If all traders committed to the patience of a proper stock opening they would
take the auction process out of the hands of the specialist and put it back in
the hands of the interested parties. But no, sadly in this version of Wall
Street the buy side only likes to play poker after midnight at
the Soho Club.
So we've been paying
close attention to all the events that undermine global investor’s belief in
this ultimately fragile financial system. Some of them make the platform we are
trading on feel like a road side tree house in Jurassic Park (and make me bullish gold)
so let's do a recap.
Starting in real
time going backward we are watching the toxic fraud known as the Facebook fall
off our screens, we had global exchange BATS go BATS$%T crazy on its own IPO day, we
had a veritable IPO cancellation parade down, and back in an ominous October of 2010
we had “THE FLASH CRASH” when some
guy in the mid-west evaporated $4 billion dollars in a simple miscue. Forget
about the implosion of real volume in a central bank waste land trading
atmosphere - all of this is taking place while (another branch of!) self
regulating authorities launch phony investigations and throw out buzz words like
"structural cracks", "technology issues" and "market glitch." Somebody rescue
us from this market structure hell.
Why can’t we wake up
Mary Shapiro & Co. at the SEC to demonstrate that she is useless but her job
abundantly secure.

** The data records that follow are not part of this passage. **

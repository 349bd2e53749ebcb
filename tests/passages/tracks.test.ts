import { expect, test } from 'vitest'
import type { LonLat } from '../../src/domain/position.ts'
import type { Station } from '../../src/domain/segment.ts'
import type { Fairway } from '../../src/passages/placement.ts'
import { expectClose } from '../support/expect-close.ts'
import {
  EAST,
  fairway,
  lastOf,
  type Place,
  place,
  report,
  type Sighting,
  told,
} from '../support/sightings.ts'

test('a report on a fairway is matched, with where it is and which way the vessel goes', () => {
  const reversed = fairway(
    'reversed',
    [
      [5000, 400],
      [0, 400],
    ],
    { chainages: [90_000, 80_000] },
  )
  const matched = lastOf([EAST, reversed], report(0, [1234, -12]))
  expect(matched).toMatchObject({ status: 'matched', reason: undefined, direction: 'downstream' })
  expect(matched.fairway).toBe(EAST)
  expectClose(matched.along, 1234, { abs: 0.1 })
  expectClose(matched.chainage, 1234, { abs: 0.1 })
  expectClose(matched.offset, -12, { abs: 0.01 })
  // drawn to the west: its right is the north, the chainage falls along it and counts double
  const other = lastOf([EAST, reversed], report(0, [1000, 390]))
  expect(other).toMatchObject({ status: 'matched', direction: 'upstream', fairway: { id: 'reversed' } })
  expectClose(other.along, 4000, { abs: 0.2 })
  expectClose(other.chainage, 82_000, { abs: 0.4 })
  expectClose(other.offset, 10, { abs: 0.02 })
})

test.each<[string, Place, Sighting]>([
  ['not-a-vessel base-station', [100, 0], { mobile: 'base-station', lon: NaN }],
  ['not-a-vessel aid-to-navigation', [100, 0], { mobile: 'aid-to-navigation' }],
  ['invalid-position position-missing', [100, 0], { lon: NaN }],
  ['invalid-position position-missing', [100, 0], { lat: NaN }],
  ['invalid-position latitude-beyond-85', [100, 0], { lat: -85.1 }],
  ['invalid-position longitude-beyond-180', [100, 0], { lon: -180.1 }],
  ['stationary below-half-a-knot east', [100, 0], { knots: 0.49 }],
  ['matched east', [100, 0], { knots: 0.51 }],
  ['stationary at-anchor east', [100, 0], { knots: 1.9, navigationStatus: 1 }],
  ['stationary moored east', [100, 0], { knots: NaN, navigationStatus: 5 }],
  ['stationary aground east', [100, 0], { knots: 0.6, navigationStatus: 6 }],
  ['matched east', [100, 0], { knots: 2, navigationStatus: 5 }],
  ['matched east', [100, 0], { knots: 1, navigationStatus: 0 }],
  ['stationary below-half-a-knot east', [100, 0], { knots: 0, course: 0 }],
  ['outside-fairway beyond-the-bank east', [100, 200], { knots: 0 }],
  ['no-segment no-fairway-within-reach', [100, 2000], { knots: 0 }],
  ['matched east', [100, 69.9], {}],
  ['outside-fairway beyond-the-bank east', [100, 70.1], {}],
  ['outside-fairway beyond-the-bank east', [100, -529], {}],
  ['no-segment no-fairway-within-reach', [100, -531], {}],
  ['matched east', [5069, 0], {}],
  ['outside-fairway beyond-the-end east', [-71, 0], {}],
  ['no-segment no-fairway-within-reach', [5531, 0], {}],
])('%s: a report at %j with %j', (expected, at, sighting) => {
  expect(told([lastOf([EAST], report(0, at, sighting))])).toEqual([expected])
})

test('figures are those of the nearest fairway outside, and none where no fairway is near', () => {
  const north = fairway('north', [
    [0, -300],
    [5000, -300],
  ])
  const outside = lastOf([EAST, north], report(0, [800, -190]))
  expect(outside).toMatchObject({
    status: 'outside-fairway',
    fairway: { id: 'north' },
    direction: 'downstream',
  })
  expectClose(outside.offset, 110, { abs: 0.1 })
  expectClose(outside.along, 800, { abs: 0.1 })
  const nowhere = { fairway: undefined, along: NaN, chainage: NaN, offset: NaN, direction: undefined }
  expect(lastOf([EAST], report(0, [0, 9000]))).toMatchObject(nowhere)
  expect(lastOf([], report(0, [0, 0]))).toMatchObject({ ...nowhere, status: 'no-segment' })
})

test('inside is 1.5 times the distance to the bank on that side and 25 m; the larger one where sides are not known', () => {
  const lopsided = { distances: [10, 60] as const }
  const line: Place[] = [
    [0, 0],
    [3000, 0],
  ]
  const status = (fairways: Fairway, south: number) => lastOf([fairways], report(0, [500, south])).status
  const known = fairway('known', line, lopsided)
  expect([-39.9, -40.1, 114.9, 115.1].map((south) => status(known, south))).toEqual([
    'matched',
    'outside-fairway',
    'matched',
    'outside-fairway',
  ])
  const unknown = fairway('unknown', line, { ...lopsided, hasSides: false })
  expect([-115.1, -114.9, 114.9, 115.1].map((south) => status(unknown, south))).toEqual([
    'outside-fairway',
    'matched',
    'matched',
    'outside-fairway',
  ])
})

test('on very wide water inside reaches farther than near, past the end and aside at once too', () => {
  const sound = fairway(
    'sound',
    [
      [0, 0],
      [5000, 0],
    ],
    { distances: [1200, 1200] },
  )
  expect(told([lastOf([sound], report(0, [900, 1820]))])).toEqual(['matched sound'])
  expect(told([lastOf([sound], report(0, [900, 1830]))])).toEqual(['no-segment no-fairway-within-reach'])
  expect(told([lastOf([sound], report(0, [-1800, -1800]))])).toEqual(['matched sound'])
})

test('distances to the banks are those at the chainage', () => {
  const station = (index: number, chainage: number, distance: number): Station => ({
    index,
    chainage,
    depth: 4,
    width: 2 * distance,
    distances: [distance, distance],
    shape: { kind: 'trapezoid' },
  })
  const widening = fairway(
    'widening',
    [
      [0, 0],
      [4000, 0],
    ],
    { stations: [station(0, 5000, 20), station(1, 9000, 100)], chainages: [5000, 9000] },
  )
  // 55 m at the start, 115 m half way, 175 m at the end
  const statuses = [
    [2000, 114],
    [2000, 116],
    [1000, 84],
    [1000, 86],
    [4000, 174],
  ].map(([east = 0, south = 0]) => lastOf([widening], report(0, [east, south])).status)
  expect(statuses).toEqual(['matched', 'outside-fairway', 'matched', 'outside-fairway', 'matched'])
})

test('a vessel across the only fairway is ambiguous above 5 kn, one that is slow or slants is matched', () => {
  const across = (sighting: Sighting) => told([lastOf([EAST], report(0, [900, 10], sighting))])[0]
  expect(across({ course: 0, knots: 8 })).toBe('ambiguous crossing east')
  expect(across({ course: 166, knots: 5.01 })).toBe('ambiguous crossing east')
  expect(across({ course: NaN, heading: 180, knots: 8 })).toBe('ambiguous crossing east')
  expect(across({ course: 164, knots: 8 })).toBe('matched east')
  expect(across({ course: 0, knots: 4.9 })).toBe('matched east')
  expect(across({ course: NaN, knots: 8 })).toBe('matched east')
})

test('a vessel that turns round is on its fairway all the time, and its direction changes', () => {
  const placements = place(
    [EAST],
    [
      report(0, [1000, 5]),
      report(60, [1180, 5], { course: 130, knots: 3 }),
      report(80, [1190, 15], { course: 180, knots: 5.5 }),
      report(100, [1185, 10], { course: 250, knots: 1.5 }),
      report(120, [1150, 0], { course: 20, knots: 1.5 }),
      report(180, [980, -5], { course: 275 }),
    ],
  )
  expect(placements.map(({ status, direction }) => `${status} ${direction}`)).toEqual([
    'matched downstream',
    'matched downstream',
    'ambiguous downstream',
    'matched downstream',
    'matched upstream',
    'matched upstream',
  ])
})

test('a slow vessel shows its direction after 30 m along the fairway, and keeps it', () => {
  const directions = (...easts: number[]) =>
    place(
      [EAST],
      easts.map((east, i) => report(60 * i, [east, 0], { knots: 1, course: 0 })),
    ).map(({ direction }) => direction)
  expect(directions(100, 129, 131, 140, 103, 100)).toEqual([
    undefined,
    undefined,
    'downstream',
    'downstream',
    'downstream',
    'upstream',
  ])
  // 200 m back over a gap tell nothing
  const [first, , after] = place(
    [EAST],
    [
      report(0, [500, 0]),
      report(60, [600, 0], { knots: 1 }),
      report(700, [400, 0], { knots: 1 }),
      report(760, [360, 0], { knots: 1 }),
    ],
  )
  expect(first?.direction).toBe('downstream')
  expect(after?.direction).toBeUndefined()
})

test('the course tells the direction within 75 degrees of either way, the heading where it is missing', () => {
  const direction = (sighting: Sighting) => lastOf([EAST], report(0, [500, 0], sighting)).direction
  expect(direction({ course: 16, knots: 3 })).toBe('downstream')
  expect(direction({ course: 14, knots: 3 })).toBeUndefined()
  expect(direction({ course: 196, knots: 3 })).toBe('upstream')
  expect(direction({ course: 344, knots: 3 })).toBe('upstream')
  expect(direction({ course: 270, knots: 1.9 })).toBeUndefined()
  expect(direction({ course: NaN, heading: 270 })).toBe('upstream')
  expect(direction({ course: 90, heading: 270 })).toBe('downstream')
})

test('fairways are found across the antimeridian', () => {
  const line: LonLat[] = [
    [179.99, -17],
    [-179.99, -17],
  ]
  const placements = place(
    [{ ...EAST, line }],
    [
      report(0, [0, 0], { lon: 179.999, lat: -17.0001 }),
      report(60, [0, 0], { lon: -179.999, lat: -17.0001 }),
    ],
  )
  expect(placements.map(({ status, direction }) => `${status} ${direction}`)).toEqual(
    Array(2).fill('matched downstream'),
  )
  // geodesics of 212.9 m along the parallel and 11.1 m along the meridian
  expectClose(placements[1]!.along - placements[0]!.along, 212.9, { abs: 0.1 })
  expectClose(placements[0]!.offset, 11.07, { abs: 0.01 })
})
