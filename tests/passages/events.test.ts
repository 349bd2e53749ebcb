import { describe, expect, it } from 'vitest'
import { EventFinder, normalDistribution, type PassageEvent } from '../../src/passages/events.ts'
import { Judge } from '../../src/passages/judge.ts'
import type { Mark } from '../../src/passages/timeline.ts'
import { fairway, judgement, mark } from '../support/passage-marks.ts'

const JUDGE = new Judge({
  waterLevel: 0,
  current: 0,
  tolerance: 0.25,
  position: 'sailing-line',
  isFull: false,
})

function eventsOf(marks: readonly Mark[], minReports = 2, maxGap = 600): PassageEvent[] {
  const found: PassageEvent[] = []
  const finder = new EventFinder(JUDGE, maxGap, minReports, (event) => found.push(event))
  for (const each of marks) finder.take(each)
  finder.end()
  return found
}

const REACH_A = fairway('reach-a')
const REACH_B = fairway('reach-b')

/** A report each minute, 180 m apart, with this excess in m/s; undefined: within. */
const sailed = (excesses: readonly (number | undefined)[], line0 = 2): Mark[] =>
  excesses.map((excess, i) =>
    mark({
      report: { time: 60 * i, line: line0 + i, speed: 3 },
      placement: { along: 180 * i, fairway: REACH_A },
      judgement: excess === undefined ? { verdict: 'within', excess: -1 } : { excess },
    }),
  )

describe('consecutive exceedances', () => {
  it('make one event with its figures', () => {
    const [event, ...more] = eventsOf(sailed([undefined, 0.5, 1.25, 0.75, undefined]))
    expect(more).toEqual([])
    expect(event).toMatchObject({
      fairway: REACH_A,
      direction: 'downstream',
      certainty: 'certain',
      reports: 3,
      distance: 360,
      firstLine: 3,
      lastLine: 5,
    })
    expect(event?.first.report.time).toBe(60)
    expect(event?.last.report.time).toBe(180)
    expect(event?.peak.judgement.excess).toBe(1.25)
    // (0.5 + 1.25 + 0.75) / 3
    expect(event?.meanExcess).toBeCloseTo(0.8333333, 6)
  })

  it('are two events with a report within between them', () => {
    expect(
      eventsOf(sailed([1, 1, undefined, 1, 1])).map(({ firstLine, lastLine }) => [firstLine, lastLine]),
    ).toEqual([
      [2, 3],
      [5, 6],
    ])
  })

  it('are no event when they are fewer than asked for', () => {
    expect(eventsOf(sailed([1, undefined, 1]))).toEqual([])
    expect(eventsOf(sailed([1, undefined, 1]), 1)).toHaveLength(2)
  })

  it('are parted by a gap, by another segment and by turning round', () => {
    const [a, b, c, d] = sailed([1, 1, 1, 1]) as [Mark, Mark, Mark, Mark]
    const later = (each: Mark): Mark => ({
      ...each,
      report: { ...each.report, time: each.report.time + 1200 },
    })
    const elsewhere = (each: Mark): Mark => ({ ...each, placement: { ...each.placement, fairway: REACH_B } })
    const back = (each: Mark): Mark => ({ ...each, placement: { ...each.placement, direction: 'upstream' } })
    expect(eventsOf([a, b, later(c), later(d)])).toHaveLength(2)
    expect(eventsOf([a, b, elsewhere(c), elsewhere(d)])).toHaveLength(2)
    expect(eventsOf([a, b, back(c), back(d)])).toHaveLength(2)
    expect(eventsOf([a, b, c, d])).toHaveLength(1)
  })

  it('are parted by a stop, and by a place that is not judged', () => {
    const marks = sailed([1, 1, 1, 1, 1])
    const stopped = mark({ report: { time: 120 }, placement: { status: 'stationary', fairway: REACH_A } })
    marks.splice(2, 1, stopped)
    expect(eventsOf(marks)).toHaveLength(2)
  })
})

describe('certainty', () => {
  const [a, b] = sailed([1, 1]) as [Mark, Mark]
  const doubtful = (each: Mark): Mark => ({
    ...each,
    judgement: judgement({ verdict: 'depends-on-draught' }),
  })

  it('is certain when one report exceeds whatever the draught', () => {
    expect(eventsOf([doubtful(a), b])[0]?.certainty).toBe('certain')
  })

  it('depends on the draught when all reports do', () => {
    expect(eventsOf([doubtful(a), doubtful(b)])[0]?.certainty).toBe('depends-on-draught')
  })

  it('without a safe speed laden has no excess to tell', () => {
    const unsafe = (each: Mark): Mark => ({
      ...each,
      judgement: judgement({ verdict: 'depends-on-draught', excess: NaN, maxOverGround: NaN }),
    })
    const [event] = eventsOf([unsafe(a), unsafe(b)])
    expect(event?.meanExcess).toBeNaN()
    expect(event?.confidence).toBeNaN()
    expect(eventsOf([unsafe(a), b])[0]?.peak.judgement.excess).toBe(1)
  })
})

describe('confidence', () => {
  // Abramowitz and Stegun, Handbook of Mathematical Functions, table 26.1
  it.each([
    [0, 0.5],
    [0.5, 0.691462461],
    [1, 0.841344746],
    [1.96, 0.975002105],
    [3, 0.998650102],
    [-1, 0.158655254],
  ])('at %f standard deviations is %f', (x, expected) => {
    expect(Math.abs(normalDistribution(x) - expected)).toBeLessThan(1e-7)
  })

  it('of an excess of half a knot with the position left out is that of one standard deviation', () => {
    const halfKnot = 926 / 3600
    const [event] = eventsOf(sailed([halfKnot, halfKnot]))
    expect(event?.confidence).toBeCloseTo(0.8413447, 6)
  })
})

Go ahead - take the floor and please explain why this
trading cesspool remains in a broken condition and then tell us who is condoning
it?
All this monetary
and mental capital blown to smithereens all so that the NY FED could safely
transform itself from a client of investment banks, in theatrical irony, to
trade under the same conditions as the hacktivist global brain operates – for to
trade in an algo is to trade ANONYMOUS like an
expressionless man in a theater mask.
In another gross
coincidence of Hollywood entwined with reality – stock ticker
gone dark – KNIGHT SECURITIES [KCG] was the patsy in this unbridled computer
shit show. Thank God the damage was only the massive and abrupt loss of
somebody else's money.
Later in the day the
Fed warned it would end Zero Interest Rate
Policy Forever no earlier than late 2014, another desk worth of five
year traders was fired, equity traders put on shorts the market will never be
let them out of and everyone went home.
The next day everyone came in trying desperately to forget any of it ever happened.